Assigned task:
Copy out every line of the data where the word "static" is found.

====

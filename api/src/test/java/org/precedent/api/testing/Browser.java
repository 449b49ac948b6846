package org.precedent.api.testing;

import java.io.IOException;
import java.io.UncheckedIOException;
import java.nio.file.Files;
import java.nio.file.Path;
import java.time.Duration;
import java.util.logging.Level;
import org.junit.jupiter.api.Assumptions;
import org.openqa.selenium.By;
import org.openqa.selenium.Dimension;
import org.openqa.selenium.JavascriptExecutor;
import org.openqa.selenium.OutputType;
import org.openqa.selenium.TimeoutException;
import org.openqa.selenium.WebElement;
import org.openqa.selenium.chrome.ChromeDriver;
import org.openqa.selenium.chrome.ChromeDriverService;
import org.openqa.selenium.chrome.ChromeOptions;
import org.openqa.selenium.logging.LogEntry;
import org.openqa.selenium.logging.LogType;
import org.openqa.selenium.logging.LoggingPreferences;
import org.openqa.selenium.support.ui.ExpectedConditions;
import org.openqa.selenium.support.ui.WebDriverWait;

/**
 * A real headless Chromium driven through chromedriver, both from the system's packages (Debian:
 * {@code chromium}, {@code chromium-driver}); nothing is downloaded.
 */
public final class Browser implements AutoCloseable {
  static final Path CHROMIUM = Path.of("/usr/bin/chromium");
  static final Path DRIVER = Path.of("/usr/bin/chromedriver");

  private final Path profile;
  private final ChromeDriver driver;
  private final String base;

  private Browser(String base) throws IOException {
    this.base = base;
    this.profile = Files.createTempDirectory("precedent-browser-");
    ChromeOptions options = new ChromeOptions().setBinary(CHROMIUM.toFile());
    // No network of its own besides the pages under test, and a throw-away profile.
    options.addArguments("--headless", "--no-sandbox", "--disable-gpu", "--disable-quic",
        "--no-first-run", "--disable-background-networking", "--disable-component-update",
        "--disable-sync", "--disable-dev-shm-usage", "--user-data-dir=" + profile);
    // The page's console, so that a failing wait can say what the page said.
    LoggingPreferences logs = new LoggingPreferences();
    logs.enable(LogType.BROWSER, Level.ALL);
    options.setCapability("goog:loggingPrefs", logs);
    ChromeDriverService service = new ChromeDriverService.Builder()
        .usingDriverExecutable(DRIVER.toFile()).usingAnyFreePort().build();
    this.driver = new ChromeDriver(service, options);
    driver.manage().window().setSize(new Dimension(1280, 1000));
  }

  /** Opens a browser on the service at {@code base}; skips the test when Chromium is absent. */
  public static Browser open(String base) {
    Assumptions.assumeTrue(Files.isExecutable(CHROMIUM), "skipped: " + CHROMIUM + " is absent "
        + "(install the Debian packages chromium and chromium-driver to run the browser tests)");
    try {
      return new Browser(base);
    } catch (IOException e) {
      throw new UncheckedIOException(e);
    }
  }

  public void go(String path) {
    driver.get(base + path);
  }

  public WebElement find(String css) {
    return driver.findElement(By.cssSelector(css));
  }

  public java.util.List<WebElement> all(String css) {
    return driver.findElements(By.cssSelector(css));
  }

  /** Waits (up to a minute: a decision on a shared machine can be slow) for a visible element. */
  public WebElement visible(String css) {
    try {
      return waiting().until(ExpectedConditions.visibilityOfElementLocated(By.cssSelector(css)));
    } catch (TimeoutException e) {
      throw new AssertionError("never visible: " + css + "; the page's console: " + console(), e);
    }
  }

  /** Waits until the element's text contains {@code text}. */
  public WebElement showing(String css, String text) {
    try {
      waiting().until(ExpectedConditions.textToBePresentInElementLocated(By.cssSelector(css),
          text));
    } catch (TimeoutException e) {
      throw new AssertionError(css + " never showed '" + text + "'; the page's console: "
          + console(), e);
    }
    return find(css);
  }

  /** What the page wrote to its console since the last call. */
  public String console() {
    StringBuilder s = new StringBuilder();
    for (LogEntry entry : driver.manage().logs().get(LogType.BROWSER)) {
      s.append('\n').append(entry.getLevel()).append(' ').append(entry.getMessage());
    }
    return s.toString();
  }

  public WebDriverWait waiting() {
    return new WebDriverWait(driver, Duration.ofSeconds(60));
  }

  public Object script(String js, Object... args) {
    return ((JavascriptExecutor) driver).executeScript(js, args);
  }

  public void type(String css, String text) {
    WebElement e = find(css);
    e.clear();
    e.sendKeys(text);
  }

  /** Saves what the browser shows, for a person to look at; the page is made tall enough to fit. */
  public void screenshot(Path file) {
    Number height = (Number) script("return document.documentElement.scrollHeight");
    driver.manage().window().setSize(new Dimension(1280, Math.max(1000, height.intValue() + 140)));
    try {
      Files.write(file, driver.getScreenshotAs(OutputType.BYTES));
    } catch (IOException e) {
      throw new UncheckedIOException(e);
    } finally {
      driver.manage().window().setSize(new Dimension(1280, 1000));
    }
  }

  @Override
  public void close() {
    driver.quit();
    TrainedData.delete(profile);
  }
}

====

Exercise output:
  static final Path CHROMIUM = Path.of("/usr/bin/chromium");
  static final Path DRIVER = Path.of("/usr/bin/chromedriver");
  public static Browser open(String base) {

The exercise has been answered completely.